> EXERCISE GOAL
Go through the material below and copy all lines with "Connection".

━━━━━━━━━━━━━━━━━━━━━━━━━━━━━━

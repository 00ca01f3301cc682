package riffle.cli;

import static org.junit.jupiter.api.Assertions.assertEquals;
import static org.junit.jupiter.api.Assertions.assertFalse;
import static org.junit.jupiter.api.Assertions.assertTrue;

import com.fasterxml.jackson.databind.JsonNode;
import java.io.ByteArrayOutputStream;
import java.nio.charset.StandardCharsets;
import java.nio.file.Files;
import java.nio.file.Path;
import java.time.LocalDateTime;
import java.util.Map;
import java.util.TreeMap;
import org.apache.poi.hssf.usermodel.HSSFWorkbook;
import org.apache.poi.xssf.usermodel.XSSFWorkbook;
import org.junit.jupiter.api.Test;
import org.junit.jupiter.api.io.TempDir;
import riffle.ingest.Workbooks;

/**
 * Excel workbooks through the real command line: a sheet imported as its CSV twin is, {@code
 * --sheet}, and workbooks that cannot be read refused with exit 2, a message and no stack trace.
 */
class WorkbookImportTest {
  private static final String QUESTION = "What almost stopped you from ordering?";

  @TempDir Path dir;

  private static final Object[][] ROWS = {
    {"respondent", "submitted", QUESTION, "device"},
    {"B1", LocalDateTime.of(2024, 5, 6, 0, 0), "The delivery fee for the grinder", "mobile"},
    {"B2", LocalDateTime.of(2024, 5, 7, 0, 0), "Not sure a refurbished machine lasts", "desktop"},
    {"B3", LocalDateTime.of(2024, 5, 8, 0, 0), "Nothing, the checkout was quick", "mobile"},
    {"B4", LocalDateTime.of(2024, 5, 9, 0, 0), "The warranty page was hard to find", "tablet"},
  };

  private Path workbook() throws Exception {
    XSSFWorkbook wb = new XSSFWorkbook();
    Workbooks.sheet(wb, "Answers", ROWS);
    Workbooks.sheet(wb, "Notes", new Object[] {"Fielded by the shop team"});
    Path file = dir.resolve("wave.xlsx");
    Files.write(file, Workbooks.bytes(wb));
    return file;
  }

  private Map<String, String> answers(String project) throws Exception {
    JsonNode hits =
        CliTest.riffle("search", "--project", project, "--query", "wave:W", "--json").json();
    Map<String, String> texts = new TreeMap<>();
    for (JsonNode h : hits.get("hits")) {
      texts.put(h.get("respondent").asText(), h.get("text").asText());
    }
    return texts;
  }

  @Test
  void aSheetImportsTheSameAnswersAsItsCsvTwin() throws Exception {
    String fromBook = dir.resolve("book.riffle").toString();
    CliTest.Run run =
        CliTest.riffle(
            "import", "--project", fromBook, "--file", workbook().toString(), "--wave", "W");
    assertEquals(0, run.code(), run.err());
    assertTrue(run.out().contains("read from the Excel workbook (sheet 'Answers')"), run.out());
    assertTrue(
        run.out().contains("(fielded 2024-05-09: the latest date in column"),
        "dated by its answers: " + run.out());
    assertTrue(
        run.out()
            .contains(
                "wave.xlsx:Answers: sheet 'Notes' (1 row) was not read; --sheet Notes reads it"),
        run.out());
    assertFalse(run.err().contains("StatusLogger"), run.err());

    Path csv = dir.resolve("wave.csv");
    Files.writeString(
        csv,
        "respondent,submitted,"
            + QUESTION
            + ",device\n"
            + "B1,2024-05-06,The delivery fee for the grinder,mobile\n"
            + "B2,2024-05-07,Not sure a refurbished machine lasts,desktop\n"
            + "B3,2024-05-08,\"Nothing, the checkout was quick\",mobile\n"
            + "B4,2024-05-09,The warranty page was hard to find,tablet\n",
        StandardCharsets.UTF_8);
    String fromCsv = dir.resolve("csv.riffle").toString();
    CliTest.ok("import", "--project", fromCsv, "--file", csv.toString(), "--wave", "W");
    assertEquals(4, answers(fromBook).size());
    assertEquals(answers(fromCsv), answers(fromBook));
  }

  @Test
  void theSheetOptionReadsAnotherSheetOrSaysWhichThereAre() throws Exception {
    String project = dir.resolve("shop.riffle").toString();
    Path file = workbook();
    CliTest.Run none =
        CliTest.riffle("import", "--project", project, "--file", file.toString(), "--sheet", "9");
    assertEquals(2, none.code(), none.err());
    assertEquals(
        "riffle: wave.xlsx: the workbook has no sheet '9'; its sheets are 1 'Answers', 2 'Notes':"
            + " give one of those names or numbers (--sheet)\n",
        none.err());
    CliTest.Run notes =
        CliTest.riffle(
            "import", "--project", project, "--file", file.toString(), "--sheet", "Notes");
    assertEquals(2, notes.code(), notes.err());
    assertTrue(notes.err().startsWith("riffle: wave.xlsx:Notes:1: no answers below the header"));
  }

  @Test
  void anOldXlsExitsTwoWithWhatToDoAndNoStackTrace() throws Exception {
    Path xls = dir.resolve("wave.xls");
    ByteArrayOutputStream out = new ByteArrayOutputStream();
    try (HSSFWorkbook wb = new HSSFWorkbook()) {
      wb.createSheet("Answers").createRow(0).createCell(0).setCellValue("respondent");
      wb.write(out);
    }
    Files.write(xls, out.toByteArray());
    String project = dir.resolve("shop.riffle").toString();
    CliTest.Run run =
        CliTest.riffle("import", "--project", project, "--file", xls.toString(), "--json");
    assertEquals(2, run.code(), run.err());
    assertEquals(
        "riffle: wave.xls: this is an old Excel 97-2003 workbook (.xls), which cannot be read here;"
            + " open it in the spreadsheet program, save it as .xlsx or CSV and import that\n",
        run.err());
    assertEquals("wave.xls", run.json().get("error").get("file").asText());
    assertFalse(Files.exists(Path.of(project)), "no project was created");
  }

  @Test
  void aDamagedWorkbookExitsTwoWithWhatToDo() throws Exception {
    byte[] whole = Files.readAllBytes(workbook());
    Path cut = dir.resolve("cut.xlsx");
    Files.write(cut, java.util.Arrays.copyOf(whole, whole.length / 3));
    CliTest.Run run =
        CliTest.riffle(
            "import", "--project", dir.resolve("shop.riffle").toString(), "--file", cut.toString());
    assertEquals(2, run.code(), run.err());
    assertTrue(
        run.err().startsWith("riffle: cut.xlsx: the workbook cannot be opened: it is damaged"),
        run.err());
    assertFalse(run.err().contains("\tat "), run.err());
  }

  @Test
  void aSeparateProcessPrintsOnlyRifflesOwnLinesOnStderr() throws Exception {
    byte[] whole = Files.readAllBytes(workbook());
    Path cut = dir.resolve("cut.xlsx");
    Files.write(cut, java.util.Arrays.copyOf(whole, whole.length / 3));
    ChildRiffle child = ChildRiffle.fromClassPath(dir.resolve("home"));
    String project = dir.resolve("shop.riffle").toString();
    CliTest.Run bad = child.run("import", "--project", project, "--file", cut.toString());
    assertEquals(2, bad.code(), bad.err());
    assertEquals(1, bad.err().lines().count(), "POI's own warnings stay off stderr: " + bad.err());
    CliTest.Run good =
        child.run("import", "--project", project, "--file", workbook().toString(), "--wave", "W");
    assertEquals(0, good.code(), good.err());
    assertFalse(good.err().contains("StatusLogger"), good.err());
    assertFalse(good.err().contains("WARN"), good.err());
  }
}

━━━━━━━━━━━━━━━━━━━━━━━━━━━━━━

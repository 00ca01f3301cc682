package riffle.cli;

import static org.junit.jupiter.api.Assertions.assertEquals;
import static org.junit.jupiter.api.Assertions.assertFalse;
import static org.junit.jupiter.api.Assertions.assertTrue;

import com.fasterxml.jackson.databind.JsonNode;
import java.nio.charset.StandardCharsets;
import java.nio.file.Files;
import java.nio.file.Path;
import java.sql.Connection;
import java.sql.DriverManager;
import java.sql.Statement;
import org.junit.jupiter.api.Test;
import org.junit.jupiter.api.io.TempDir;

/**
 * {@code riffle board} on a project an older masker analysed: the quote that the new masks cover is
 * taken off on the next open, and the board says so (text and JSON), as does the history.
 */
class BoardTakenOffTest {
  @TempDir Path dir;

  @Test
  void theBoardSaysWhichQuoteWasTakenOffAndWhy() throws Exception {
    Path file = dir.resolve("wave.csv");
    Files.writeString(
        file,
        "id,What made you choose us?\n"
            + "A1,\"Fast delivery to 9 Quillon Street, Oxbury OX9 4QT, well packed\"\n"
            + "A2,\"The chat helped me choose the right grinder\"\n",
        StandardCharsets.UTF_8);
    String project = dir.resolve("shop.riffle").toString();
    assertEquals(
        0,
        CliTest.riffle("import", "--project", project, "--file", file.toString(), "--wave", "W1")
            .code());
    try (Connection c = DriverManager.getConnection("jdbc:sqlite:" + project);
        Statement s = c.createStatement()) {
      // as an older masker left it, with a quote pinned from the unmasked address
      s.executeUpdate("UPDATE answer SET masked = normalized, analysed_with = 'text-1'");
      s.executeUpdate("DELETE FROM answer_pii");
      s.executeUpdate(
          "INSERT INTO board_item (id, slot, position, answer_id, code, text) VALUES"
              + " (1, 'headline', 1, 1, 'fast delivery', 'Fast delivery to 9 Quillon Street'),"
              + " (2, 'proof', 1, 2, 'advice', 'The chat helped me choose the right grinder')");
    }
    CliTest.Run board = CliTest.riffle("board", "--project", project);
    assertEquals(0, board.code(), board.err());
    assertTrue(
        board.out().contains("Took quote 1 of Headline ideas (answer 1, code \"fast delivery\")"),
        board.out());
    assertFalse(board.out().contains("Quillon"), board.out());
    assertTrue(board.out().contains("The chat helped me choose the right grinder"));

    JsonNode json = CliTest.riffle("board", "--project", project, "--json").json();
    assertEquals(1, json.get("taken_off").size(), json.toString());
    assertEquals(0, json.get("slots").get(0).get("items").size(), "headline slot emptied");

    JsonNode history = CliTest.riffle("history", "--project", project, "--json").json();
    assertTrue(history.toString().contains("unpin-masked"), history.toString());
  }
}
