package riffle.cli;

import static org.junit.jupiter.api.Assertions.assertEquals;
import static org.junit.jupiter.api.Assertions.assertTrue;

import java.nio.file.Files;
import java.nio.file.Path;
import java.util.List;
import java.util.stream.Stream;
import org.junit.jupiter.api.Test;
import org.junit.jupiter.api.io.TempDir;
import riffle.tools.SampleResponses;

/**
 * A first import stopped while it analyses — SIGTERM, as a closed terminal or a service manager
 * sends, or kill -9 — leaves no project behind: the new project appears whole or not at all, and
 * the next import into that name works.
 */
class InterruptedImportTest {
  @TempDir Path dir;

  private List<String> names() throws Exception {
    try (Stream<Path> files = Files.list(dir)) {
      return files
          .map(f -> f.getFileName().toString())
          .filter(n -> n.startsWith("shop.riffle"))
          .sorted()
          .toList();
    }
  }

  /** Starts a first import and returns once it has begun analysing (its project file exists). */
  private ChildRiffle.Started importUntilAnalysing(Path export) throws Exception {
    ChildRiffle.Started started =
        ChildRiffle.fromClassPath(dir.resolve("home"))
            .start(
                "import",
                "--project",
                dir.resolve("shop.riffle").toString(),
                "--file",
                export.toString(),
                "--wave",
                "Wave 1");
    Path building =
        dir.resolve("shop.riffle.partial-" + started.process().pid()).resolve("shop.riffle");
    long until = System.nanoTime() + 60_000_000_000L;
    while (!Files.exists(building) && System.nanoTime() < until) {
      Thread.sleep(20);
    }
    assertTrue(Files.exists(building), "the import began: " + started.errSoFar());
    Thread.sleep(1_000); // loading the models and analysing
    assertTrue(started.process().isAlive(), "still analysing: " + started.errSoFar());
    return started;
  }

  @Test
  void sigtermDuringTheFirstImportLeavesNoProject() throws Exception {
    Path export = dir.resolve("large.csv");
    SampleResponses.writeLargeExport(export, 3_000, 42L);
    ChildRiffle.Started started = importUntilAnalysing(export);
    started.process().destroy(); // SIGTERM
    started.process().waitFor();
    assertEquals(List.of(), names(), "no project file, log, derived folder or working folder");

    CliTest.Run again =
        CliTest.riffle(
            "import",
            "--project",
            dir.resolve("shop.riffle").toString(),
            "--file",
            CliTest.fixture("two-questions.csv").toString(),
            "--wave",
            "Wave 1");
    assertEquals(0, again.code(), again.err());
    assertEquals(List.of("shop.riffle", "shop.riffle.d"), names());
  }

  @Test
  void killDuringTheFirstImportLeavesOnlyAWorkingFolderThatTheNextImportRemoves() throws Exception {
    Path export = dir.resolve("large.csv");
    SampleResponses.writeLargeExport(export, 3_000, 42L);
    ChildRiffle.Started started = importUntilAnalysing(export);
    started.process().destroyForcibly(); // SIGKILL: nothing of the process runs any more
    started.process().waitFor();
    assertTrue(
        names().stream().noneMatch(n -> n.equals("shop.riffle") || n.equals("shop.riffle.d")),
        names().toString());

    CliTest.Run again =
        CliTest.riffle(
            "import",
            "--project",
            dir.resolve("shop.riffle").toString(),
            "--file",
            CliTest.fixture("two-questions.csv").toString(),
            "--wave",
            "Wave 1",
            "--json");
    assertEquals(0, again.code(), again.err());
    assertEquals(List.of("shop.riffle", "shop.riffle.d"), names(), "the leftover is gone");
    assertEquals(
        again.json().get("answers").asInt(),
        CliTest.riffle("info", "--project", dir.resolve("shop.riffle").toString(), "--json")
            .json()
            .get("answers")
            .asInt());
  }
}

━━━━━━━━━━━━━━━━━━━━━━━━━━━━━━

> YOUR SOLUTION
import java.sql.Connection;
    try (Connection c = DriverManager.getConnection("jdbc:sqlite:" + project);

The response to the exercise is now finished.